• **What to work on**
Output the data word for word. Begin at its first line and end at the line with "using kith::FlagReader;".

Records from a dataset:
::::::

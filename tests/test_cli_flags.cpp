// The one flag reader of every command (viewer/cli/flags.h), the shared map settings
// (viewer/cli/shared_flags.h), and the commands refusing a setting the engine would refuse
// before they write anything.
#include <doctest/doctest.h>

#include <cstdint>
#include <filesystem>
#include <sstream>
#include <string>

#include "solver/session/session_store.h"
#include "tests/approx.h"
#include "tests/sessions_support.h"
#include "viewer/cli/flags.h"
#include "viewer/cli/shared_flags.h"

namespace fs = std::filesystem;
using kith::FlagReader;

namespace {

const char* const kOptions =
    "  -o, --output FILE     where to\n"
    "  --force               replace\n"
    "  --count N             how many\n"
    "  --scale X             how much,\n"
    "                        said on two lines\n"
    "  --add A,B             repeatable\n"
    "  --mode on|off         a choice\n"
    "  --size WxH            a size\n"
    "  --colour, --color NAME\n"
    "                        a colour\n";

FlagReader reader() {
  return FlagReader("try", "usage: kith try ITEMS\n", kOptions, "exit codes: none\n", "--hook FILE");
}

// An invented collection file of N swatches.
std::string write_items(const std::string& dir, size_t n) {
  std::ostringstream s;
  s << "id,weave,warmth,gloss\n";
  for (size_t i = 0; i < n; ++i)
    s << "sw" << i << "," << (i % 2 ? "twill" : "satin") << "," << i % 5 << "," << i % 3 << "\n";
  const std::string path = dir + "/swatches.csv";
  kith::test::write_bytes(path, s.str());
  return path;
}

}  // namespace

TEST_CASE("cli flags: values, flags, --key=value, -o, repeats and positional arguments") {
  FlagReader f = reader();
  REQUIRE(f.read({"items.csv", "-o", "out.csv", "--force", "--count=12", "--add", "a,b", "--add=c,,d", "--scale",
                  "-2.5", "--color", "red", "--", "--not-an-option"}));
  CHECK(f.ok());
  CHECK_FALSE(f.help());
  CHECK(f.positional() == std::vector<std::string>{"items.csv", "--not-an-option"});
  CHECK(f.text("--output") == "out.csv");
  CHECK(f.has("--force"));
  CHECK_FALSE(f.has("--mode"));
  CHECK(f.text("--mode", "on") == "on");
  CHECK(f.text("--colour") == "red");  // the alias is stored under the declared name
  CHECK(f.all("--add") == std::vector<std::string>{"a,b", "c,,d"});
  std::vector<std::string> parts;
  REQUIRE(f.list("--add", &parts));
  CHECK(parts == std::vector<std::string>{"a", "b", "c", "d"});
  int64_t count = 0;
  double scale = 0;
  REQUIRE(f.integer("--count", &count, 1, 100));
  REQUIRE(f.number("--scale", &scale));  // a value may start with '-'
  CHECK(count == 12);
  CHECK(scale == -2.5);
  int64_t untouched = 7;
  CHECK(f.integer("--hook", &untouched));  // not given: left as it was
  CHECK(untouched == 7);

  FlagReader later = reader();
  REQUIRE(later.read({"--scale", "1", "--scale", "2"}));
  CHECK(later.text("--scale") == "2");  // the last one counts

  FlagReader help = reader();
  CHECK_FALSE(help.read({"--bogus", "-h"}));  // help wins over anything else
  CHECK(help.help());
  CHECK(help.ok());
}

TEST_CASE("cli flags: the help's option lines are the declarations") {
  FlagReader f = reader();
  for (const char* name :
       {"--output", "--force", "--count", "--scale", "--add", "--mode", "--size", "--colour", "--hook"})
    CHECK(f.declared(name));
  CHECK_FALSE(f.declared("--color"));  // an alias, not a second option
  CHECK_FALSE(f.declared("--said"));   // words of a continuation line declare nothing
  REQUIRE(f.read({"--scale", "2", "--hook", "h.txt", "--color", "red", "-o", "x"}));
  CHECK(f.text("--hook") == "h.txt");
  CHECK(f.text("--output") == "x");
  FlagReader flags_take_no_value = reader();
  CHECK(flags_take_no_value.read({"--force", "items.csv"}));
  CHECK(flags_take_no_value.positional() == std::vector<std::string>{"items.csv"});
  CHECK(kith::option_line("--dims 2|3", "map dimensions\nin one line") ==
        "  --dims 2|3            map dimensions\n                        in one line\n");
  CHECK(kith::option_line("--a-very-long-option VALUE", "help") ==
        "  --a-very-long-option VALUE\n" + std::string(24, ' ') + "help\n");
}

TEST_CASE("cli flags: unknown options, missing values and values given to flags are named") {
  FlagReader unknown = reader();
  CHECK_FALSE(unknown.read({"items.csv", "--perplexity", "5"}));
  CHECK(unknown.error() == "unknown option '--perplexity'");
  FlagReader shorthand = reader();
  CHECK_FALSE(shorthand.read({"-x"}));
  CHECK(shorthand.error() == "unknown option '-x'");
  FlagReader missing = reader();
  CHECK_FALSE(missing.read({"items.csv", "--count"}));
  CHECK(missing.error() == "--count needs a value (N)");
  FlagReader flag_value = reader();
  CHECK_FALSE(flag_value.read({"--force=yes"}));
  CHECK(flag_value.error() == "--force takes no value");
  FlagReader dash = reader();
  CHECK(dash.read({"-"}));  // a lone dash is an argument
  CHECK(dash.positional() == std::vector<std::string>{"-"});
}

TEST_CASE("cli flags: typed getters refuse bad numbers and values out of range with one message") {
  auto read = [](const std::vector<std::string>& args) {
    FlagReader f = reader();
    REQUIRE(f.read(args));
    return f;
  };
  double x = 1;
  FlagReader f = read({"--scale", "abc"});
  CHECK_FALSE(f.number("--scale", &x));
  CHECK(f.error() == "--scale expects a number, got 'abc'");
  CHECK(x == 1);
  f = read({"--scale", "2000"});
  CHECK_FALSE(f.number("--scale", &x, 0, 1000));
  CHECK(f.error() == "--scale expects a number from 0 to 1000, got '2000'");
  for (const char* bad : {"nan", "inf", "1e999", "", " 3", "3 ", "0x"}) {
    CAPTURE(bad);
    f = read({"--scale", bad});
    CHECK_FALSE(f.number("--scale", &x));
  }
  int64_t n = 0;
  f = read({"--count", "2.5"});
  CHECK_FALSE(f.integer("--count", &n));
  CHECK(f.error() == "--count expects a whole number, got '2.5'");
  f = read({"--count", "1e3"});
  CHECK(f.integer("--count", &n, 0, 1000));
  CHECK(n == 1000);
  f = read({"--count", "-3"});
  CHECK_FALSE(f.integer("--count", &n, 0, 100000));
  CHECK(f.error() == "--count expects a whole number from 0 to 100000, got '-3'");
  // Seeds: 0 .. 2^63 - 1, exactly.
  uint64_t seed = 42;
  f = read({"--count", "9223372036854775807"});
  CHECK(f.seed("--count", &seed));
  CHECK(seed == 9223372036854775807ull);
  for (const char* bad : {"-1", "1.5", "9223372036854775808", "lots"}) {
    CAPTURE(bad);
    f = read({"--count", bad});
    CHECK_FALSE(f.seed("--count", &seed));
    CHECK(f.error().find("--count expects a whole number from 0 to 9223372036854775807") == 0);
  }
  int w = 0, h = 0;
  f = read({"--size", "320x200"});
  CHECK(f.size("--size", &w, &h));
  CHECK((w == 320 && h == 200));
  for (const char* bad : {"10", "0x10", "10x", "axb", "-5x5"}) {
    CAPTURE(bad);
    f = read({"--size", bad});
    CHECK_FALSE(f.size("--size", &w, &h));
  }
  std::string mode = "on";
  f = read({"--mode", "maybe"});
  CHECK_FALSE(f.choice("--mode", &mode, {"on", "off"}));
  CHECK(f.error() == "--mode expects on or off, got 'maybe'");
  CHECK(mode == "on");
  // The first problem is the one reported.
  f = read({"--mode", "maybe", "--scale", "x"});
  CHECK_FALSE(f.number("--scale", &x));
  CHECK_FALSE(f.choice("--mode", &mode, {"on", "off"}));
  CHECK(f.error() == "--scale expects a number, got 'x'");
}

TEST_CASE("cli flags: the map settings are read by one function and checked by MapParameters") {
  FlagReader f("try", "", kith::map_flags({"--dims", "--perplexity", "--theta", "--seed", "--iterations"}));
  CHECK(kith::map_flags({"--theta"}) == "  --theta T             Barnes-Hut angle, 0 (exact) .. 1.5 (default: 0.5)\n");
  REQUIRE(f.read({"--dims=2", "--perplexity", "12.5", "--theta", "9.99", "--seed", "7", "--iterations", "300"}));
  kith::MapParameters p;
  REQUIRE(kith::read_map_flags(f, &p));
  CHECK(p.dims == 2);
  CHECK(p.perplexity == 12.5);
  CHECK(p.theta == 9.99);  // read as given: the range is MapParameters::IsValid's
  CHECK(p.seed == 7);
  CHECK(p.iterations == 300);
  CHECK(p.blend == kith::MapParameters{}.blend);  // not declared here: left alone
  std::string why;
  CHECK_FALSE(p.IsValid(&why, 60));
  CHECK(why.find("theta") == 0);
  // Undeclared map settings are unknown options for that command.
  FlagReader g("try", "", kith::map_flags({"--perplexity"}));
  CHECK_FALSE(g.read({"--blend", "2"}));
  FlagReader bad("try", "", kith::map_flags({"--dims"}));
  REQUIRE(bad.read({"--dims", "three"}));
  CHECK_FALSE(kith::read_map_flags(bad, &p));
  CHECK(bad.error() == "--dims expects a whole number, got 'three'");
}

TEST_CASE("cli flags: kith new and kith fit refuse settings the engine would refuse, writing nothing") {
  const std::string dir = kith::test::temp_dir("cli-flags-refuse");
  const std::string items = write_items(dir, 60);
  struct Case {
    const char* setting;
    const char* words;  // in the message
  };
  for (const Case& c : {Case{"--perplexity 5000", "perplexity must be smaller than the number of items (60)"},
                        Case{"--perplexity=60", "perplexity must be smaller than the number of items (60)"},
                        Case{"--theta 9.99", "theta must be between 0 and 1.5"},
                        Case{"--dof 0", "dof must be between 0.05 and 100"}, Case{"--dims 4", "dims must be 2 or 3"}}) {
    CAPTURE(c.setting);
    const std::string session = dir + "/box.kith";
    kith::test::KithRun r = kith::test::run_kith("new " + items + " -o " + session + " " + c.setting);
    CAPTURE(r.output);
    CHECK(r.code == 2);
    CHECK(r.output.find("kith new: " + std::string(c.words)) == 0);
    CHECK(r.output.find("(kith new --help lists the options)") != std::string::npos);
    CHECK_FALSE(fs::exists(session));
    const std::string layout = dir + "/layout.csv";
    r = kith::test::run_kith("fit " + items + " -o " + layout + " --quiet " + c.setting);
    CAPTURE(r.output);
    CHECK(r.code == 2);
    CHECK(r.output.find("kith fit: " + std::string(c.words)) == 0);
    CHECK_FALSE(fs::exists(layout));
  }
  CHECK(kith::test::folder_listing(dir) == std::vector<std::string>{"swatches.csv"});

  // The most extreme settings the rule allows make a session that opens.
  const std::string edge = dir + "/edge.kith";
  kith::test::KithRun r = kith::test::run_kith("new " + items + " -o " + edge +
                                               " --perplexity 59.5 --theta 1.5 --dof 100 --blend 1000 --dims 2");
  CAPTURE(r.output);
  REQUIRE(r.code == 0);
  auto store = kith::SessionStore::open(edge);
  CHECK(store->settings().perplexity == 59.5);
  std::string why;
  CHECK(store->settings().IsValid(&why, store->item_count()));
}

TEST_CASE("cli flags: every command names an unknown option and a missing value the same way") {
  const std::string dir = kith::test::temp_dir("cli-flags-commands");
  const std::string items = write_items(dir, 30);
  for (const char* command :
       {"check", "fit", "new", "judge", "export", "report", "describe", "render", "demo", "open"}) {
    CAPTURE(command);
    kith::test::KithRun r = kith::test::run_kith(std::string(command) + " " + items + " --frobnicate");
    CHECK(r.code == 2);
    CHECK(r.output == "kith " + std::string(command) + ": unknown option '--frobnicate'\n(kith " + command +
                          " --help lists the options)\n");
    r = kith::test::run_kith(std::string(command) + " --help");
    CHECK(r.code == 0);
    CHECK(r.output.find("usage: kith " + std::string(command)) == 0);
  }
  for (const std::string& args :
       {"fit " + items + " -o " + dir + "/l.csv --perplexity", "new " + items + " -o", "report " + items + " --rows"}) {
    CAPTURE(args);
    const kith::test::KithRun r = kith::test::run_kith(args);
    CHECK(r.code == 2);
    CHECK(r.output.find("needs a value") != std::string::npos);
  }
  CHECK(kith::test::folder_listing(dir) == std::vector<std::string>{"swatches.csv"});
}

::::::

• **Result below**
filename tests/test_cli_flags.cpp
// The one flag reader of every command (viewer/cli/flags.h), the shared map settings
// (viewer/cli/shared_flags.h), and the commands refusing a setting the engine would refuse
// before they write anything.
#include <doctest/doctest.h>

#include <cstdint>
#include <filesystem>
#include <sstream>
#include <string>

#include "solver/session/session_store.h"
#include "tests/approx.h"
#include "tests/sessions_support.h"
#include "viewer/cli/flags.h"
#include "viewer/cli/shared_flags.h"

namespace fs = std::filesystem;
using kith::FlagReader;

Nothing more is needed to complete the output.